Versionparser - zero-dependency, multi-scheme version parsing
Versionparser is the unglamorous-but-essential kind of utility: a Java 17+ library, zero dependencies, that parses, compares, and normalizes version strings across incompatible ecosystems - SemVer 2.0.0, Maven, Python (PEP 440), Debian, RPM, OpenJDK formats, plus CalVer, caret/tilde ranges, epochs, and pre-release identifiers. If you’ve ever hand-rolled version-comparison logic and watched it die on a Debian version with an epoch prefix, you know exactly why a unified Version interface with no transitive dependencies is worth bookmarking - perfect for dependency scanners and build-system tooling.

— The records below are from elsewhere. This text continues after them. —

class Assembly:
    """
    Tables under one header.

    Parameters
    ----------
    source, encoding
        As in Table.
    layout
        How the rows are cut.
    last_line
        Number of the last line of the file, near which footers stand.
    as_text
        Columns (table, place) to be kept as text, because an earlier try found them mixed.
    """

    def __init__(
        self,
        source: str,
        encoding: str,
        layout: Layout,
        last_line: int,
        as_text: frozenset[tuple[int, int]] = frozenset(),
    ) -> None:
        self._source = source
        self._encoding = encoding
        self._layout = layout
        self._footer_from = last_line - _FOOTER
        self._as_text = as_text
        self._parts = [_Part([])]
        self._pending: list[tuple[int, str]] = []  # lines of text since the last row
        self._header_pending = False
        self._known: dict[str, str] = {}
        self._headers = frozenset(line.strip() for line in layout.between[:1])
        self._under_header = frozenset(line.strip() for line in layout.between[1:] if line.strip())

    def preamble(
        self,
        lines: Sequence[str],
        numbers: Sequence[int],
        inherited: tuple[tuple[str, str], ...] = (),
    ) -> None:
        """Take the lines above the header, and those between it and the first row."""
        part = self._parts[0]
        part.inherited = inherited
        delimiter = self._layout.dialect.delimiter
        for line, number in zip(lines, numbers, strict=False):
            text = uncommented(line, delimiter)
            if text is None and self._is_ragged(line):
                part.numbers_above.add(number)
                continue
            part.metadata += _metadata(line if text is None else text, delimiter)
        for line in self._layout.between[1:]:
            text = uncommented(line, delimiter)
            if text is not None and not looks_like_units(self._layout.dialect.split(text)):
                part.metadata += _metadata(text, delimiter)

    def add_columns(self, columns: list[NDArray[Any]], lines: NDArray[np.int64]) -> None:
        """Take columns that were parsed elsewhere."""
        self._parts[-1].columns.append(columns)
        self._parts[-1].lines.append(lines)

    def add(self, lines: Sequence[str], numbers: Sequence[int]) -> None:
        """
        Take lines of the table.

        Raises
        ------
        NewHeader
            Where another header stands; what is above it was taken.
        """
        end = len(lines)
        while end and not lines[end - 1].strip():
            end -= 1
        lines, numbers = lines[:end], numbers[:end]
        if not lines:
            return
        cut = None if self._pending else self._cut_whole(lines)
        if cut is not None:
            columns = [self._column(cells, place) for place, cells in enumerate(cut)]
            held = [
                kind != "n" or array.dtype == np.float64
                for kind, array in zip(self._layout.kinds, columns, strict=True)
            ]
            if all(held):
                self.add_columns(columns, np.array(numbers, np.int64))
                return
        self._add_one_by_one(lines, numbers)

    def _cut_whole(self, lines: Sequence[str]) -> list[Sequence[str]] | None:
        """Columns of cells where all lines are rows of full width, otherwise None."""
        layout = self._layout
        delimiter, width, count = layout.dialect.delimiter, layout.width, len(layout.header)
        if layout.dialect.edges:
            return None
        if layout.kinds[0] != "n" and any(
            line.startswith(_COMMENT_STARTS) and uncommented(line, delimiter) is not None
            for line in lines
        ):
            return None
        if delimiter == " ":
            rows = [layout.dialect.split(line) for line in lines]
            if set(map(len, rows)) != {width}:
                return None
            return list(zip(*rows, strict=True))
        if {line.count(delimiter) for line in lines} != {width - 1}:
            return None
        whole = delimiter.join(lines)
        if '"' in whole:
            return None
        cells = whole.split(delimiter)
        if any("".join(cells[place::width]).strip() for place in range(count, width)):
            return None
        return [cells[place::width] for place in range(count)]

    def _column(self, cells: Sequence[str], place: int) -> NDArray[Any]:
        if (len(self._parts) - 1, place) not in self._as_text:
            values = column(cells, self._layout.dialect.decimal)
            if values is not None:
                return values
        return words(cells, self._known)

    def _add_one_by_one(self, lines: Sequence[str], numbers: Sequence[int]) -> None:
        layout = self._layout
        dialect = layout.dialect
        rows: list[list[str]] = []
        of_rows: list[int] = []
        for line, number in zip(lines, numbers, strict=True):
            if not line.strip():
                continue
            if line.strip() in self._headers:
                self._header_pending = True
                self._parts[-1].headers.add(number)
                continue
            if line.strip() in self._under_header and self._header_pending:
                continue
            if uncommented(line, dialect.delimiter) is not None:
                self._pending.append((number, line))
                continue
            if dialect.edges:
                line = line.expandtabs()
            cells = dialect.split(line)
            fits = layout.accepts(cells) and not (dialect.edges and dialect.cuts_a_word(line))
            footer = number > self._footer_from and self._is_footer(cells)
            if fits and layout.like_data(cells) and not footer:
                if self._pending or self._header_pending:
                    self._settle(rows, of_rows)
                rows.append(cells[: len(layout.header)])
                of_rows.append(number)
            elif fits and self._is_header(cells) and (rows or self._parts[0].lines):
                self._flush(rows, of_rows)
                raise NewHeader(self._before_header(number))
            elif self._is_ragged(line):
                self._parts[-1].ragged.add(number)
            else:
                self._pending.append((number, line))
        self._flush(rows, of_rows)

    def _flush(self, rows: list[list[str]], of_rows: list[int]) -> None:
        if rows:
            columns = [
                self._column(cells, place) for place, cells in enumerate(zip(*rows, strict=True))
            ]
            self.add_columns(columns, np.array(of_rows, np.int64))
            rows.clear()
            of_rows.clear()

    def _settle(self, rows: list[list[str]], of_rows: list[int]) -> None:
        """Decide, at a row after lines of text, whether they began a new table."""
        part = self._parts[-1]
        delimiter = self._layout.dialect.delimiter
        said = [
            pair
            for _, line in self._pending
            for pair in _metadata(uncommented(line, delimiter) or line, delimiter)
        ]
        keys = {key for key, _ in said if key}
        again = bool(keys) and any(key in keys for key, _ in part.metadata)
        if (again or (self._header_pending and keys)) and (rows or part.row_count):
            self._flush(rows, of_rows)
            if self._header_pending:
                part.headers.count -= 1  # it is the new table's own
            self._parts.append(_Part(said, part.all_metadata()))
        else:
            self._count_pending()
        self._pending.clear()
        self._header_pending = False

    def _count_pending(self) -> None:
        part = self._parts[-1]
        for number, line in self._pending:
            if uncommented(line, self._layout.dialect.delimiter) is not None:
                part.comments.add(number)
            elif not is_rule(line):
                part.texts.add(number)

    def _before_header(self, number: int) -> int:
        """First line of the text above another header, which belongs to it."""
        if self._pending:
            number = min(number, self._pending[0][0])
            self._pending.clear()
        return number

    def _is_header(self, cells: Sequence[str]) -> bool:
        """Whether a row holds only words, where numbers and times should be."""
        under = [c for c, kind in zip(cells, self._layout.kinds, strict=False) if kind in "nt"]
        return (
            len(under) > 1
            and all(is_word(cell, self._layout.dialect.decimal) for cell in under)
            # "ws;h" could be watt seconds and hours, were they not names of the header above.
            and (not looks_like_units(cells) or bool(set(cells) & set(self._layout.header)))
        )

    def _is_footer(self, cells: Sequence[str]) -> bool:
        """Whether a row is one of means or counts: a word where a number or time should be."""
        decimal = self._layout.dialect.decimal
        return self._layout.kinds[0] in "nt" and is_word(cells[0], decimal)

    def _is_ragged(self, line: str) -> bool:
        """Whether a line that does not fit is a row gone wrong rather than text."""
        dialect = self._layout.dialect
        cells = [cell for cell in dialect.split(line) if cell]
        if len(cells) < 2 or (self._layout.kinds[0] in "nt" and is_word(cells[0], dialect.decimal)):
            return False
        return 2 * sum(is_number(c, dialect.decimal) or is_time(c) for c in cells) >= len(cells)

    def kinds_held(self) -> bool:
        """Whether what the layout says to be numbers turned out so, in all tables."""
        return all(
            kind != "n" or array.dtype == np.float64
            for part in self._parts
            for columns in part.columns
            for kind, array in zip(self._layout.kinds, columns, strict=True)
        )

    def tables(self) -> list[Table]:
        """
        Give the tables, in the order of the file.

        Raises
        ------
        Mixed
            Columns to be read again as text.
        NotATable
            More rows were left out than kept.
        """
        self._count_pending()
        self._pending.clear()
        mixed = frozenset(
            (number, place)
            for number, part in enumerate(self._parts)
            for place in range(len(self._layout.header))
            if len({columns[place].dtype for columns in part.columns}) > 1
        )
        if mixed:
            raise Mixed(mixed)
        kept = sum(part.row_count for part in self._parts)
        ragged = sum(part.ragged.count for part in self._parts)
        if ragged > kept:
            raise NotATable(
                f"{ragged} of {kept + ragged} rows have more or fewer cells than the header",
                "Check the delimiter and the header",
                line=next(part.ragged.first for part in self._parts if part.ragged.count),
            )
        return [self._table(part) for part in self._parts if part.row_count]

    def _table(self, part: _Part) -> Table:
        layout = self._layout
        reasons = (part.numbers_above, part.headers, part.ragged, part.comments, part.texts)
        remarks = [reason.remark() for reason in reasons if reason.count]
        if layout.odd_rows and part is self._parts[0]:
            remarks.insert(
                0, f"{layout.odd_rows} further row(s) of text beside the header were left out"
            )
        if layout.width > len(layout.header):
            remarks.append("the delimiter at the end of each line was passed over")
        columns: list[NDArray[Any]] = []
        for place in range(len(layout.header)):
            pieces = [piece[place] for piece in part.columns]
            columns.append(pieces[0] if len(pieces) == 1 else np.concatenate(pieces))
            for piece in part.columns:
                piece[place] = columns[-1][:0]  # the memory of the pieces is given back
        return Table(
            source=self._source,
            header=layout.header,
            units=layout.units,
            columns=tuple(columns),
            lines=np.concatenate(part.lines) if len(part.lines) > 1 else part.lines[0],
            metadata=part.all_metadata(),
            remarks=tuple(remarks),
            encoding=self._encoding,
            delimiter=layout.dialect.delimiter,
            decimal=layout.dialect.decimal,
        )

Benetto - private on-device transcription on Android
Benetto (1.0.0, MIT) is a Kotlin Android app that runs whisper.cpp locally for voice transcription in 99+ languages - zero outbound network traffic, zero API cost. It uses the Whisper “Small” model (~466MB - an obvious disk-space hurdle), cleanly separates the AudioRecord-based recording module from the inference engine, and persists everything through Room.
As a reference for wiring high-performance C++ inference into Kotlin/Android internals, and as a response to data sovereignty concerns around cloud transcription APIs, it’s a tidy demonstration of where on-device ML has arrived.
PS: Fresh off KotlinConf ‘26 in Munich as a media partner - I wasn’t there myself, but the representation was solid - thanks to Grzegorz Król for the running updates. Hence this fairly Kotlin-centric edition; no regrets.